export class TachlessTracker {
  /** Frame length (s) and how far an estimate lags the newest sample (s). */
  readonly frameS: number;
  readonly lagS: number;
  readonly rateHz: number;
  private readonly inputRateHz: number;
  private readonly rangeRpm: [number, number];
  private readonly minConfidence: number;
  private readonly cic: CicDecimator;
  private readonly decimator: Decimator;
  private readonly factor: number;
  private phase = 0;
  private cicOut = new Float32Array(0);
  private readonly delayS: number;
  private readonly warped: WarpedSpectrum;
  private readonly frameSamples: number;
  private readonly hopSamples: number;
  private readonly betaMax: number;
  private buf: Float32Array;
  private fill = 0;
  private anchorS: number | null = null;
  private inputsSinceAnchor = 0;
  /** Decimated samples since the last reset. */
  private samplesSeen = 0;
  private sinceEmit = 0;
  private decimated = new Float32Array(0);
  private readonly history: TrackHistory;
  /** The last steady frames' power average (step 4). */
  private readonly steady: SteadyAverage;
  /** This frame's warped spectra by slope (each computed once). */
  private readonly spectra: FrameSpectra;
  /** Data time a confident family away from the track has lasted (s). */
  private awayS = 0;
  /** Whether the slope search may be skipped (a quiet spell of the track). */
  private readonly quiet = new QuietSlope();
  /** The frame skipped at the last hop (its centre's data time and clock time), until the next is read. */
  private skipped: { centreS: number; clockS: number } | null = null;
  /** The buffer as far as it is filled, for the frame being estimated (one view per frame). */
  private src: Float32Array = new Float32Array(0);

  constructor(opts: TachlessTrackerOptions) {
    this.inputRateHz = opts.inputRateHz;
    this.rangeRpm = opts.rangeRpm;
    this.minConfidence = opts.minConfidence;
    this.history = new TrackHistory(opts.minConfidence, TRACKER_HOP_S);
    const fMinHz = opts.rangeRpm[0] / 60;
    const fMaxHz = opts.rangeRpm[1] / 60;
    let factor = 1;
    while (opts.inputRateHz / (factor * 2) >= 4 * HARMONICS * fMaxHz && factor < 1 << 16) factor *= 2;
    // A cheap CIC stage takes the rate down to 16 x the highest harmonic or more, half-band
    // stages do the rest (about 2 instead of 15 multiply-adds per input sample at 25.6 kHz).
    let cic = 1;
    while (cic < factor && opts.inputRateHz / (cic * 2) >= 16 * HARMONICS * fMaxHz) cic *= 2;
    this.cic = new CicDecimator(cic);
    this.decimator = new Decimator(factor / cic);
    this.factor = factor;
    this.delayS = (this.cic.delayInputSamples + cic * this.decimator.groupDelayInputSamples) / opts.inputRateHz;
    this.rateHz = opts.inputRateHz / factor;
    this.frameS = Math.max(FRAME_REVS_AT_MIN / fMinHz, MIN_FRAME_S);
    this.frameSamples = Math.ceil(this.frameS * this.rateHz);
    this.hopSamples = Math.max(1, Math.round(TRACKER_HOP_S * this.rateHz));
    let size = 64;
    while (size < this.frameSamples) size *= 2;
    // Two samples of margin either side for the interpolation, and room for a few hops.
    this.buf = new Float32Array(this.frameSamples + 4 + 8 * this.hopSamples);
    // Every estimate and comb score reads lines below those of an estimate over the whole range.
    this.warped = new WarpedSpectrum(size, this.frameS, this.buf.length, true, highestLineRead(size / 2 + 1, 1 / this.frameS, opts.rangeRpm, HARMONICS) + 1, opts.fft);
    this.spectra = new FrameSpectra(this.warped);
    this.steady = new SteadyAverage({
      maxFrames: MAX_AVERAGED,
      spectrumLines: size / 2 + 1,
      linesKept: this.warped.lines,
      harmonics: HARMONICS,
      frameS: this.frameS,
      hopS: TRACKER_HOP_S,
      minConfidence: opts.minConfidence,
      agreeShare: AGREE_SHARE,
    });
    this.betaMax = Math.min(maxBeta(this.frameS), (MAX_RAMP_SHARE_PER_S * fMaxHz) / fMinHz);
    // A resting quiet spell reads every second frame: the next estimate may come two hops on.
    this.lagS = this.frameS / 2 + (2 * this.hopSamples + 2) / this.rateHz + this.delayS;
  }

  /** Forget everything (after a gap): the next frames start without a track. */
  reset(): void {
    this.cic.reset();
    this.decimator.reset();
    this.phase = 0;
    this.anchorS = null;
    this.inputsSinceAnchor = 0;
    this.fill = 0;
    this.samplesSeen = 0;
    this.sinceEmit = 0;
    this.history.clear();
    this.awayS = 0;
    this.steady.clear();
    this.quiet.close();
    this.skipped = null;
  }

  /**
   * Feeds one block (contiguous with the previous one) whose first sample was taken at `t0S`.
   * Returns the estimates it completes, oldest first, with rpm null where none was found (the
   * time still says how far the source has spoken).
   */
  push(samples: Float32Array, t0S: number): Array<SpeedPoint | { tS: number; rpm: null }> {
    const out: Array<SpeedPoint | { tS: number; rpm: null }> = [];
    const d = this.factor;
    if (this.cicOut.length < Math.ceil(samples.length / this.cic.factor)) this.cicOut = new Float32Array(Math.ceil(samples.length / this.cic.factor));
    if (this.decimated.length < Math.ceil(samples.length / d) + 1) this.decimated = new Float32Array(Math.ceil(samples.length / d) + 1);
    // Data time is counted from an anchor (the first block, or the first after a jump in the
    // blocks' own stamps), so that the answers do not depend on how the data was cut.
    if (this.anchorS === null || Math.abs(t0S - (this.anchorS + this.inputsSinceAnchor / this.inputRateHz)) > ANCHOR_SLACK_S) {
      this.anchorS = t0S;
      this.inputsSinceAnchor = 0;
    }
    // Output j of this block is produced on block input firstInput + j d (both stages keep that rule).
    const firstInput = this.inputsSinceAnchor + d - 1 - this.phase;
    this.phase = (this.phase + samples.length) % d;
    this.inputsSinceAnchor += samples.length;
    const anchorS = this.anchorS;
    const mc = this.cic.process(samples, this.cicOut);
    const m = this.decimator.process(this.cicOut.subarray(0, mc), this.decimated);
    const need = this.frameSamples + 4;
    // The buffer keeps a hop more than a frame: a skipped frame can still be read at the next hop.
    const keep = need + this.hopSamples;
    for (let j = 0; j < m; j++) {
      if (this.fill === this.buf.length) {
        this.buf.copyWithin(0, this.fill - keep, this.fill);
        this.fill = keep;
      }
      this.buf[this.fill++] = this.decimated[j];
      this.samplesSeen++;
      this.sinceEmit++;
      if (this.sinceEmit >= this.hopSamples && this.fill >= need) {
        this.sinceEmit = 0;
        // Content time of the newest sample, then of the frame's centre (2 samples of margin).
        const newestS = anchorS + (firstInput + j * d) / this.inputRateHz - this.delayS;
        const centre = this.fill - 3 - (this.frameSamples - 1) / 2;
        const centreS = newestS - (this.fill - 1 - centre) / this.rateHz;
        // The tracker reasons on its own sample count, exact whatever the blocks, and stamps
        // its answers with data time.
        const clockS = (this.samplesSeen - this.fill + centre) / this.rateHz;
        // A quiet spell rests: this frame is skipped (no rival family may be in sight).
        if (this.awayS === 0 && this.quiet.rest()) {
          this.history.skipped(clockS);
          this.skipped = { centreS, clockS };
          continue;
        }
        const point = this.estimate(centre, centreS, clockS);
        // A sign of movement right after a skipped frame: that frame is read after all, so the
        // track has every frame around the change.
        const late = this.skipped !== null && !this.quiet.settled ? this.readSkipped(centre - this.hopSamples, this.skipped.centreS, this.skipped.clockS) : null;
        if (late !== null) out.push(late);
        this.skipped = null;
        out.push(point);
      }
    }
    return out;
  }

  private estimate(centre: number, centreS: number, clockS: number): SpeedPoint | { tS: number; rpm: null } {
    this.spectra.begin();
    this.src = this.buf.subarray(0, this.fill);
    const predicted = this.history.predict(clockS);
    const prediction = predicted && { hz: predicted.hz, beta: this.clampBeta(predicted.beta) };
    let est: SpectralSpeed;
    if (prediction) {
      // Follow the track: the family within JUMP_SHARE of the predicted speed...
      const near = this.nearOf(prediction.hz);
      const step = this.stepOf(prediction.hz);
      const best = near[0] < near[1] ? this.followSlope(centre, prediction, step, near) : null;
      // ...while the whole range is watched for a confident family elsewhere: a track that
      // went astray (onto a structural line, say) is dropped once that has lasted LOST_AFTER_S.
      const wholeBeta = best?.beta ?? prediction.beta;
      let whole = this.estimateAt(centre, wholeBeta, this.rangeRpm, true);
      // Its confidence counts only where it names a speed away from the track or stands in for a
      // missing near answer (the same frame again: its spectrum and floors are kept).
      if (whole.rpm !== null && (!best || Math.abs(whole.rpm / 60 / prediction.hz - 1) > JUMP_SHARE)) whole = this.estimateAt(centre, wholeBeta, this.rangeRpm);
      const away = whole.rpm !== null && whole.confidence >= this.minConfidence && Math.abs(whole.rpm / 60 / prediction.hz - 1) > JUMP_SHARE;
      this.awayS = away ? this.awayS + TRACKER_HOP_S : 0;
      if (this.awayS >= LOST_AFTER_S) {
        this.history.clear();
        this.quiet.close();
        this.awayS = 0;
        this.steady.clear();
        est = whole;
      } else if (best && !away) est = this.averageWhileSteady(best.est, best.beta, prediction, centre, clockS, near);
      else {
        this.steady.clear();
        est = best?.est ?? whole;
      }
    } else {
      this.quiet.close();
      // No track: frames that themselves look steady (their best slope is the grid's middle)
      // are averaged as well, so that a steady machine whose single frames stay in doubt
      // still starts a track.
      const step = (2 * this.betaMax) / (GRID_POINTS - 1);
      const best = this.search(centre, 0, step, (GRID_POINTS - 1) / 2, this.rangeRpm);
      est = best.est;
      if (Math.abs(best.beta) < step / 2) est = this.averageWhileSteady(est, 0, { hz: 1, beta: 0 }, centre, clockS, this.rangeRpm);
      else this.steady.clear();
    }
    if (est.rpm === null) return { tS: centreS, rpm: null };
    this.history.remember({ clockS, hz: est.rpm / 60, confidence: est.confidence });
    return { tS: centreS, rpm: est.rpm, confidence: est.confidence, source: 'spectrum' };
  }

  /** Where 1X is looked for with a track (within JUMP_SHARE of the predicted speed), rpm. */
  private nearOf(hz: number): [number, number] {
    return [Math.max(this.rangeRpm[0], hz * 60 * (1 - JUMP_SHARE)), Math.min(this.rangeRpm[1], hz * 60 * (1 + JUMP_SHARE))];
  }

  /** The slope search's step with a track (1/s). */
  private stepOf(hz: number): number {
    return Math.max(MIN_BETA_STEP, 0.5 / (hz * this.frameS * this.frameS));
  }

  /**
   * A skipped frame read after all, at the next hop: the slope search around the track's
   * prediction for it, kept when trusted. Only the track's history takes it (the quiet spell, the steady average
   * and the watch over the whole range went on with the frame after it).
   */
  private readSkipped(centre: number, centreS: number, clockS: number): SpeedPoint | null {
    const predicted = this.history.predict(clockS);
    if (!predicted) return null;
    const hz = predicted.hz;
    const near = this.nearOf(hz);
    if (!(near[0] < near[1])) return null;
    this.spectra.begin();
    const est = this.search(centre, this.clampBeta(predicted.beta), this.stepOf(hz), 2, near).est;
    // Only a trusted answer joins the track: an untrusted one would only make the skipped time unknown.
    if (est.rpm === null || est.confidence < this.minConfidence) return null;
    this.history.remember({ clockS, hz: est.rpm / 60, confidence: est.confidence });
    return { tS: centreS, rpm: est.rpm, confidence: est.confidence, source: 'spectrum' };
  }

  /** Step 4: this frame into the steady average, and the answer (`steadyAverage.ts`). */
  private averageWhileSteady(short: SpectralSpeed, beta: number, prediction: { hz: number; beta: number }, centre: number, clockS: number, near: [number, number]): SpectralSpeed {
    return this.steady.read(short, this.spectra.at(this.src, centre, this.rateHz, beta), clockS, this.warped.binHz, prediction, near);
  }

  /**
   * With a track: the frame at the predicted slope alone while the speed holds (a predicted
   * slope within one search step of none), a quiet spell lasts and its reading holds
   * (`quietSlope.ts`), else the slope search around the prediction.
   */
  private followSlope(centre: number, prediction: { hz: number; beta: number }, step: number, near: [number, number]): Trial {
    const beta0 = prediction.beta;
    if (this.quiet.open()) {
      const t = this.trial(centre, beta0, near);
      const onTrack = t.est.rpm !== null && t.est.confidence >= this.minConfidence && Math.abs(t.est.rpm / 60 / prediction.hz - 1) <= AGREE_SHARE;
      if (this.quiet.accept(t.comb, onTrack, Math.abs(beta0) < step / 2)) return t;
    }
    const best = this.search(centre, beta0, step, 2, near);
    this.quiet.searched(Math.abs(best.beta - beta0) <= step / 2, best.comb);
    return best;
  }

  /** The slope search around beta0 (`slopeSearch.ts`); only the chosen trial's confidence is worked out. */
  private search(centre: number, beta0: number, step: number, half: number, rangeRpm: [number, number]): Trial {
    const chosen = searchSlope((beta) => this.trial(centre, beta, rangeRpm, true), this.betaMax, beta0, step, half);
    return { beta: chosen.beta, est: this.estimateAt(centre, chosen.beta, rangeRpm), comb: chosen.comb };
  }

  private clampBeta(beta: number): number {
    return clampBeta(beta, this.betaMax);
  }

  private trial(centre: number, beta: number, rangeRpm: [number, number] = this.rangeRpm, speedOnly = false): Trial {
    const est = this.estimateAt(centre, beta, rangeRpm, speedOnly);
    const amplitude = this.spectra.at(this.src, centre, this.rateHz, beta);
    const comb = est.rpm === null ? 0 : combSharpness(amplitude, est.rpm / 60 / this.warped.binHz, HARMONICS);
    return { beta, est, comb };
  }

  /** The estimate alone (no comb score) of the frame at slope `beta` (`speedOnly`: without its confidence). */
  private estimateAt(centre: number, beta: number, rangeRpm: [number, number], speedOnly = false): SpectralSpeed {
    const amplitude = this.spectra.at(this.src, centre, this.rateHz, beta);
    return estimateSpeedFromSpectrum(amplitude, this.warped.binHz, rangeRpm, { harmonics: HARMONICS, floors: this.spectra.floorsOf(amplitude), speedOnly });
  }
}
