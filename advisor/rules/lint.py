"""Lint for rule files: every problem in every file at once, each with file:line:column and a fix.

    >>> report = lint_files([(path, "default") for path in default_rule_files()], CATALOGUE)
    >>> report.ok, len(report.ruleset)                                  # doctest: +SKIP
    (True, 21)
    >>> for problem in report.problems:                                 # doctest: +SKIP
    ...     print(problem.one_line())
    site_rules.yaml:4:16: error: rule gusts.condition: unknown name 'wind_gust' (did you mean 'wind_gust_ms'?)

Files are layered in the order given (package defaults, the site's, then ``--rules``): a rule
whose id already exists is merged over it key by key, ``enabled: false`` switches it off.
Problems found (errors unless marked *warning*):

* the file: not readable, not YAML, YAML tags/aliases/tabs (via :mod:`advisor.io.yamlio`), not a
  ``rules:`` list, a file with no rules (*warning*);
* each rule: unknown or duplicated keys (closest known key suggested), a missing or malformed
  id, an id used twice in one file, values of ``applies_to``/``effect``/``enabled`` outside
  their choices, missing keys after layering (a partial entry whose id no earlier file defines
  gets the closest existing id suggested), ``error_um`` missing for ``add_error``, stray
  ``error_um`` (*warning* when a later layer changed the effect), disabling an unknown id
  (*warning*);
* conditions and ``error_um`` expressions: everything :mod:`advisor.rules.condition` refuses
  (syntax, unknown features with the closest name, flag/number mix-ups, unit dimensions);
* thresholds: a condition that can never be true — parts that contradict each other
  (``x > 5 and x < 3``) or a feature's possible range (:data:`FEATURE_DOMAINS`) — found by
  interval reasoning over the checked syntax tree; a part that can never be true and a
  condition that is always true (*warnings*);
* messages: malformed templates, values the rule cannot have (not a feature), bad format
  specifications, a format applied to a flag (*warning*).

A problem inside a condition or message points at the character in the file (YAML plain,
quoted and folded scalars are all mapped back).  The loader (:func:`advisor.rules.ruleset.load_rules`)
runs exactly this and refuses a rule set with any error.
"""

from __future__ import annotations

import difflib
import math
import re
from dataclasses import dataclass, field, replace
from pathlib import Path
from typing import Any, Iterable, Mapping

import yaml

from advisor import units
from advisor.catalogue import FEATURE_DOMAINS
from advisor.errors import ConditionError, RulesError
from advisor.io.yamlio import load_yaml, parse_yaml_text
from advisor.rules.condition import (Bool, Call, Compare, Compiled, FeatureSpec, Logical, Name, Node, Number, Unary,
                        compile_condition, compile_expression, evaluate_row, names_in)
from advisor.rules.ruleset import (APPLIES_TO, EFFECTS, MAX_RULES, MESSAGE_EXTRAS, RULE_KEYS, Rule, RuleSet,
                      message_fields)

__all__ = ["Problem", "LintReport", "lint_files", "lint_texts", "threshold_findings", "condition_parts",
           "FEATURE_DOMAINS", "REQUIRED_KEYS"]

_WHAT IS NEEDED_:
Wherever a line of the listing above contains the string "awayS", copy that line.

_YOUR RESPONSE_:
  private awayS = 0;
    this.awayS = 0;
        if (this.awayS === 0 && this.quiet.rest()) {
      this.awayS = away ? this.awayS + TRACKER_HOP_S : 0;
      if (this.awayS >= LOST_AFTER_S) {
        this.awayS = 0;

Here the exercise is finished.